The Intel® In-Field Scan for 5th Generation Intel Xeon Processors Enabling Guide has detailed information on how to run and test and understand results.
The Intel® In-Field Scan Scan Test Images for 5th Generation Intel Xeon processors and instructions for checking the version or loading a new image are posted (NDA account required - How to Apply for an Intel® Resource and Documentation Center).
The Intel® In-Field Scan Application is posted (NDA account required - How to Apply for an Intel® Resource and Documentation Center).
Conclusion
In a fleet with hundreds of thousands, or millions, of processors, failures may occur on a regular basis. Finding these defects as quickly as possible is key to minimizing the interruptions to customer operations.

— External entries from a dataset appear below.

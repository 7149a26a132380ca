/* load "file.pk": runs another script's statements in the global scope,
   once per file. The file is looked up next to the script that loads it,
   then along the search path (--lib DIR options, PSIKAPPA_PATH, and the
   standard library shipped with psikappa). Cycles are reported with the
   chain of loads that led to them. */
#include <errno.h>
#include <limits.h>
#include <stdlib.h>
#include <string.h>
#include <unistd.h>

#include "diag.h"
#include "interp.h"
#include "util.h"
#include "exec.h"

#ifndef PSIKAPPA_STDLIB_DIR
#define PSIKAPPA_STDLIB_DIR "lib"
#endif

void interp_add_search_dir(interp *I, const char *dir)
{
    I->search = xrealloc(I->search, (I->nsearch + 1) * sizeof(char *));
    I->search[I->nsearch++] = xstrdup(dir);
}

/* Directory part of a path ("." when there is none); the caller frees it. */
static char *load_dirname(const char *path)
{
    const char *slash = strrchr(path, '/');
    if (!slash)
        return xstrdup(".");
    return xasprintf("%.*s", (int)(slash - path), path);
}

/* The first candidate that exists but cannot be read, so that the error says
   why instead of "cannot find" (path owned, NULL when there was none). */
typedef struct {
    char *path;
    int err;
} load_miss;

static char *load_try(const char *dir, const char *name, load_miss *miss)
{
    char *path = name[0] == '/' || strcmp(dir, ".") == 0 ? xstrdup(name) : xasprintf("%s/%s", dir, name);
    if (access(path, R_OK) == 0)
        return path;
    if (errno != ENOENT && errno != ENOTDIR && !miss->path) {
        miss->path = path;
        miss->err = errno;
        return NULL;
    }
    free(path);
    return NULL;
}

/* The standard library installed beside this executable (PREFIX/bin/psikappa
   -> PREFIX/share/psikappa/lib), so that an install into any prefix finds its
   own copy first; NULL when the executable's path is unknown. Caller frees. */
static char *load_exe_libdir(void)
{
    char exe[PATH_MAX];
    ssize_t len = readlink("/proc/self/exe", exe, sizeof exe - 1);
    if (len <= 0)
        return NULL;
    exe[len] = '\0';
    char *bin = load_dirname(exe);
    char *lib = xasprintf("%s/../share/psikappa/lib", bin);
    free(bin);
    return lib;
}

/* Why a file that is there cannot be loaded, in words. */
static const char *load_miss_reason(int err)
{
    if (err == ELOOP)
        return "it is a loop of symbolic links";
    if (err == EACCES)
        return "it is not readable (permission denied)";
    if (err == ENAMETOOLONG)
        return "its name is too long";
    return strerror(err);
}

/* Finds name, first beside the loading script; NULL when nowhere. */
static char *load_resolve(interp *I, const node *n, load_miss *miss)
{
    char *here = load_dirname(n->loc.src ? n->loc.src->name : ".");
    char *path = load_try(here, n->text, miss);
    free(here);
    for (int i = 0; !path && i < I->nsearch; i++)
        path = load_try(I->search[i], n->text, miss);
    const char *env = getenv("PSIKAPPA_PATH");
    if (!path && env) {
        char *copy = xstrdup(env), *save = NULL;
        for (char *d = strtok_r(copy, ":", &save); d && !path; d = strtok_r(NULL, ":", &save))
            path = load_try(d, n->text, miss);
        free(copy);
    }
    char *installed = path ? NULL : load_exe_libdir();
    if (installed) {
        path = load_try(installed, n->text, miss);
        free(installed);
    }
    if (!path)
        path = load_try(PSIKAPPA_STDLIB_DIR, n->text, miss);
#ifdef PSIKAPPA_INSTALLED_LIB_DIR
    if (!path)
        path = load_try(PSIKAPPA_INSTALLED_LIB_DIR, n->text, miss);
#endif
    return path;
}

static int load_index(char **list, int len, const char *path)
{
    for (int i = 0; i < len; i++)
        if (strcmp(list[i], path) == 0)
            return i;
    return -1;
}

static void load_report_cycle(interp *I, const node *n, int from)
{
    diag_error(&n->loc, "load cycle: '%s' is already being loaded", n->text);
    for (int i = from; i < I->nloading; i++)
        diag_note(NULL, "  %s%s", I->loading_names[i], i + 1 < I->nloading ? " loads" : " loads it again");
}

static void load_push(char ***list, int *len, const char *path)
{
    *list = xrealloc(*list, (*len + 1) * sizeof(char *));
    (*list)[(*len)++] = xstrdup(path);
}

int exec_load(interp *I, const node *n)
{
    if (n->text[0] == '\0') {
        diag_error(&n->loc, "load needs a file name, got an empty string");
        return 0;
    }
    load_miss miss = {NULL, 0};
    char *found = load_resolve(I, n, &miss);
    if (!found && miss.path)
        diag_error(&n->loc, "cannot load '%s': %s (%s)", n->text, load_miss_reason(miss.err), miss.path);
    else if (!found)
        diag_error(&n->loc, "cannot find '%s' (looked beside this script, in --lib folders, PSIKAPPA_PATH "
                            "and the standard library)", n->text);
    free(miss.path);
    if (!found)
        return 0;
    char real[PATH_MAX];
    char *canon = realpath(found, real) ? xstrdup(real) : xstrdup(found);
    int ok = 1, cycle = load_index(I->loading, I->nloading, canon);
    if (cycle >= 0) {
        load_report_cycle(I, n, cycle);
        ok = 0;
    } else if (load_index(I->loaded, I->nloaded, canon) < 0) {
        char *why;
        source *src = source_read_script(found, 1, &why);
        if (!src) {
            diag_error(&n->loc, "cannot load '%s': %s", found, why);
            free(why);
            ok = 0;
        } else {
            int depth = I->nloading;
            load_push(&I->loading_names, &depth, found);
            load_push(&I->loading, &I->nloading, canon);
            ok = interp_run_source(I, src) == 0;
            free(I->loading[--I->nloading]);
            free(I->loading_names[I->nloading]);
            if (ok)
                load_push(&I->loaded, &I->nloaded, canon);
            else
                diag_note(&n->loc, "in the script loaded here");
        }
    }
    free(canon);
    free(found);
    return ok;
}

Intel is leading the industry by providing multiple tools and a roadmap of features, to test processors for correct operation. Intel® In-Field Scan expands on these testing capabilities to improve fleet management by system administrators.
Intel also offers the Intel® Data Center Diagnostic Tool (Intel® DCDiag). Intel® DCDiag is a suite of tests that methodically checks most of the SoC functionality, including that of each individual microprocessor core. By verifying that every DCDIAG computation is correct, and not just confirming that the test completed execution properly, DCDIAG is able to detect many types of faults, including those that manifest as Silent Data Errors. For more information on Intel® DCDiag go to this link.
Intel® In-Field Scan and Intel® DCDiag are complementary test tools. Intel® In-Field Scan is minimally intrusive and designed to quickly test one core, while all the other cores in the node continue to run customer workloads. Intel® DCDiag is a comprehensive processor test suite and is most effective when the entire processing node is dedicated to testing. Because the tools run different test content, Intel has found that each tool identifies different failures across the processors tested.
Note: Not all SKUs of the 5th Gen Intel® Xeon® Processors support Intel® In-Field Scan. Check Product Specification details.